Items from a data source
<<<<

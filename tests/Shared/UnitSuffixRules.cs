using System;
using System.Collections.Generic;
using System.Linq;
using System.Reflection;
using System.Runtime.CompilerServices;
using Xunit;

namespace StarLines.TestSupport;

/// <summary>Every public number with a dimension says its unit in its name.</summary>
public sealed class UnitSuffixRules
{
    /// <summary>The units of the public interface.</summary>
    private static readonly string[] Suffixes =
    [
        "Angstrom", "Milliangstrom", "KmPerS", "MetresPerS", "Degrees", "Radians", "Seconds", "Days", "Years", "Metres", "Km",
        "Au", "Ev", "PerS", "PerKelvin", "Kelvin", "Pixels", "JdTdb", "JdTt", "JdUtc", "JdUt1", "Mjd", "Milliarcseconds",
        "MilliarcsecondsPerYear", "Mas", "MasPerYear", "JouleSeconds", "Coulomb", "Percent",
    ];

    /// <summary>Whole names that need no unit, and why.</summary>
    private static readonly Dictionary<string, string> Exempt = new(StringComparer.OrdinalIgnoreCase)
    {
        ["Value"] = "the holder states the unit",
        ["None"] = "Measured.None, no value at all",
        ["FwhmPerSigma"] = "a ratio",
        ["Values"] = "the holder states the unit",
        ["Doubles"] = "TableColumn.Unit",
        ["Uncertainty"] = "in the unit of its value",
        ["Flux"] = "Spectrum.FluxUnit",
        ["Sigma"] = "standard deviations of a flux, Spectrum.FluxUnit",
        ["Level"] = "continuum in the flux unit",
        ["Error"] = "standard deviations of a flux, Spectrum.FluxUnit",
        ["Continuum"] = "in the flux unit",
        ["Normalized"] = "in units of the continuum",
        ["Noise"] = "in the flux unit",
        ["Index"] = "a fractional pixel index",
        ["Day"] = "the unit is the name",
        ["Fraction"] = "of a day or of one",
        ["Days"] = "the unit is the name",
        ["Factor"] = "1 + z, a ratio",
        ["LogStep"] = "step of ln λ, a ratio",
        ["LogGf"] = "a logarithm",
        ["Intensity"] = "arbitrary unit by the source",
        ["Depth"] = "in units of the continuum",
        ["ReducedChiSquare"] = "a ratio",
        ["SignalToNoise"] = "a ratio",
        ["ResolvingPower"] = "a ratio, λ/FWHM",
        ["Scale"] = "the factor between stored and true values of a FITS file, a ratio",
        ["Zero"] = "the offset of the true values of a FITS file, in their own unit",
        ["PeakHeight"] = "a correlation, −1 to 1",
        ["Redshift"] = "a ratio",
        ["BarycentricRedshift"] = "a ratio",
        ["Airmass"] = "in units of the zenith",
        ["EpochJulianYear"] = "the unit is the name",
        ["Model"] = "in units of the continuum",
        ["LocalContinuum"] = "in units of the continuum",
        ["ContinuumSigma"] = "in units of the continuum",
        ["Strength"] = "any unit, the same for all lines of a figure",
        ["TextSizePoints"] = "typographic points, 1/72 inch",
        ["RValue"] = "a ratio (Tonry and Davis 1979)",
        ["Significance"] = "a ratio to its standard deviation",
        ["DetectionSignificance"] = "a ratio to its standard deviation",
        ["WindowHalfWidthFwhm"] = "in full widths at half maximum, a ratio",
        ["SearchFwhm"] = "in full widths at half maximum, a ratio",
        ["FluxOverContinuum"] = "a ratio",
        ["Coefficient"] = "a number of a published formula",
        ["Cayrel1988Coefficient"] = "a number of a published formula",
        ["Cayrel2004Coefficient"] = "a number of a published formula",
        ["FalseAlarmProbability"] = "a probability",
        ["Variance"] = "the square of the unit of its value",
        ["Electrons"] = "the unit is the name",
        ["MinimumDepth"] = "in units of the continuum",
        ["LineModel"] = "in units of the continuum",
        ["Correlation"] = "a correlation, −1 to 1",
        ["SignalToNoiseFromFlux"] = "a ratio",
    };

    [Fact]
    public void Public_numbers_carry_their_unit()
    {
        IEnumerable<string> bare = ProjectUnderTest.Assembly.GetExportedTypes()
            .SelectMany(static type => Numbers(type).Select(name => (type, name)))
            .Where(static number => !IsNamed(number.name))
            .Select(static number => $"{number.type.Name}: {number.name}")
            .Distinct(StringComparer.Ordinal)
            .Order(StringComparer.Ordinal);
        Assert.True(!bare.Any(), "Give these a unit suffix, or exempt them with a reason: " + string.Join("; ", bare));
    }

    private static bool IsNamed(string name) =>
        Exempt.ContainsKey(name) || Suffixes.Any(suffix => name.EndsWith(suffix, StringComparison.OrdinalIgnoreCase));

    private static IEnumerable<string> Numbers(Type type)
    {
        const BindingFlags declared =
            BindingFlags.Public | BindingFlags.Instance | BindingFlags.Static | BindingFlags.DeclaredOnly;
        IEnumerable<string> fields = type.GetFields(declared).Where(static f => IsNumber(f.FieldType)).Select(static f => f.Name);
        IEnumerable<string> properties = type.GetProperties(declared)
            .Where(static p => IsNumber(p.PropertyType)).Select(static p => p.Name);
        IEnumerable<string> parameters = type.GetMethods(declared).Cast<MethodBase>().Concat(type.GetConstructors(declared))
            .Where(static m => !m.IsSpecialName || m is ConstructorInfo)
            .Where(static m => !m.IsDefined(typeof(CompilerGeneratedAttribute), inherit: false))
            .SelectMany(static m => m.GetParameters())
            .Where(static p => IsNumber(p.ParameterType)).Select(static p => p.Name!);
        return fields.Concat(properties).Concat(parameters);
    }

    private static bool IsNumber(Type type)
    {
        Type bare = type.IsByRef ? type.GetElementType()! : type;
        bare = Nullable.GetUnderlyingType(bare) ?? bare;
        return bare == typeof(double) || bare == typeof(double[]) || bare == typeof(Span<double>)
            || bare == typeof(ReadOnlySpan<double>) || bare.FullName == "StarLines.Measured";
    }
}
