using SkiaSharp;

namespace StarLines.Plotting.Drawing;

/// <summary>Text on the canvas.</summary>
internal static class FigureText
{
    internal static SKFont Font(float size) => new(FigureFonts.Typeface, size)
    {
        Edging = SKFontEdging.Antialias,
        Hinting = SKFontHinting.Normal,
        Subpixel = true,
    };

    /// <summary>Draws text whose baseline starts, has its middle or ends at a point.</summary>
    internal static void Draw(
        SKCanvas canvas, string text, float x, float y, SKTextAlign align, SKFont font, SKColor colour)
    {
        if (text.Length == 0)
        {
            return;
        }

        using var paint = new SKPaint { Color = colour, IsAntialias = true };
        canvas.DrawText(text, x, y, align, font, paint);
    }

    /// <summary>Draws text that reads upwards; its middle height lies at <paramref name="x"/>.</summary>
    internal static void DrawUpwards(
        SKCanvas canvas, string text, float x, float y, SKTextAlign align, SKFont font, SKColor colour)
    {
        canvas.Save();
        canvas.Translate(x, y);
        canvas.RotateDegrees(-90);
        Draw(canvas, text, 0, 0.36f * font.Size, align, font, colour);
        canvas.Restore();
    }
}
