using System.Collections.Generic;
using System.Linq;
using SkiaSharp;

namespace StarLines.Plotting.Drawing;

/// <summary>Something drawn in a panel. It holds its data, so that what a figure shows can be asked without drawing it.</summary>
internal abstract class PanelItem(string name)
{
    /// <summary>Its words in the legend, or an empty string for none.</summary>
    internal string Name { get; } = name;

    /// <summary>The sample in the legend.</summary>
    internal virtual LegendSample? Sample => null;

    /// <summary>Whether the item draws in the band above the data too; what shows data does not.</summary>
    internal virtual bool UsesBand => false;

    /// <summary>Height above the data that the item wants for itself, units of the figure.</summary>
    /// <param name="x">The range of the axis.</param>
    /// <param name="frame">The frame of the panel.</param>
    /// <param name="textSize">Size of the text.</param>
    internal virtual float BandHeight(DataRange x, SKRect frame, float textSize) => 0f;

    internal abstract void Draw(PanelCanvas panel);
}

/// <summary>What stands beside the words of a legend.</summary>
internal sealed record LegendSample(Pen? Line = null, Ink? Fill = null, bool Point = false)
{
    /// <summary>Measured things come first, then lines, areas, and last what is not used.</summary>
    internal int Rank =>
        Point || Line is { Ink: Ink.Data } ? 0
        : Fill == Ink.Shade ? 4
        : Fill is not null ? 2
        : Line is { Dash: Dash.Solid } ? 1 : 3;
}

/// <summary>One entry of a legend.</summary>
internal sealed record LegendEntry(string Name, LegendSample Sample)
{
    /// <summary>The entries of some items, each once, in order.</summary>
    internal static List<LegendEntry> Of(IEnumerable<PanelItem> items)
    {
        var entries = new List<LegendEntry>();
        foreach (PanelItem item in items)
        {
            if (item.Name.Length != 0 && item.Sample is { } sample && !entries.Exists(entry => entry.Name == item.Name))
            {
                entries.Add(new LegendEntry(item.Name, sample));
            }
        }

        return [.. entries.OrderBy(entry => entry.Sample.Rank)];
    }
}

>>>>

# Problem requirements
In the entries above, restate word for word the lines between the one holding "canvas.Translate(x, y);" and the one holding "without drawing it.</summary>", inclusive, and nothing besides.

# Response for this exercise
        canvas.Translate(x, y);
        canvas.RotateDegrees(-90);
        Draw(canvas, text, 0, 0.36f * font.Size, align, font, colour);
        canvas.Restore();
    }
}
using System.Collections.Generic;
using System.Linq;
using SkiaSharp;

namespace StarLines.Plotting.Drawing;

/// <summary>Something drawn in a panel. It holds its data, so that what a figure shows can be asked without drawing it.</summary>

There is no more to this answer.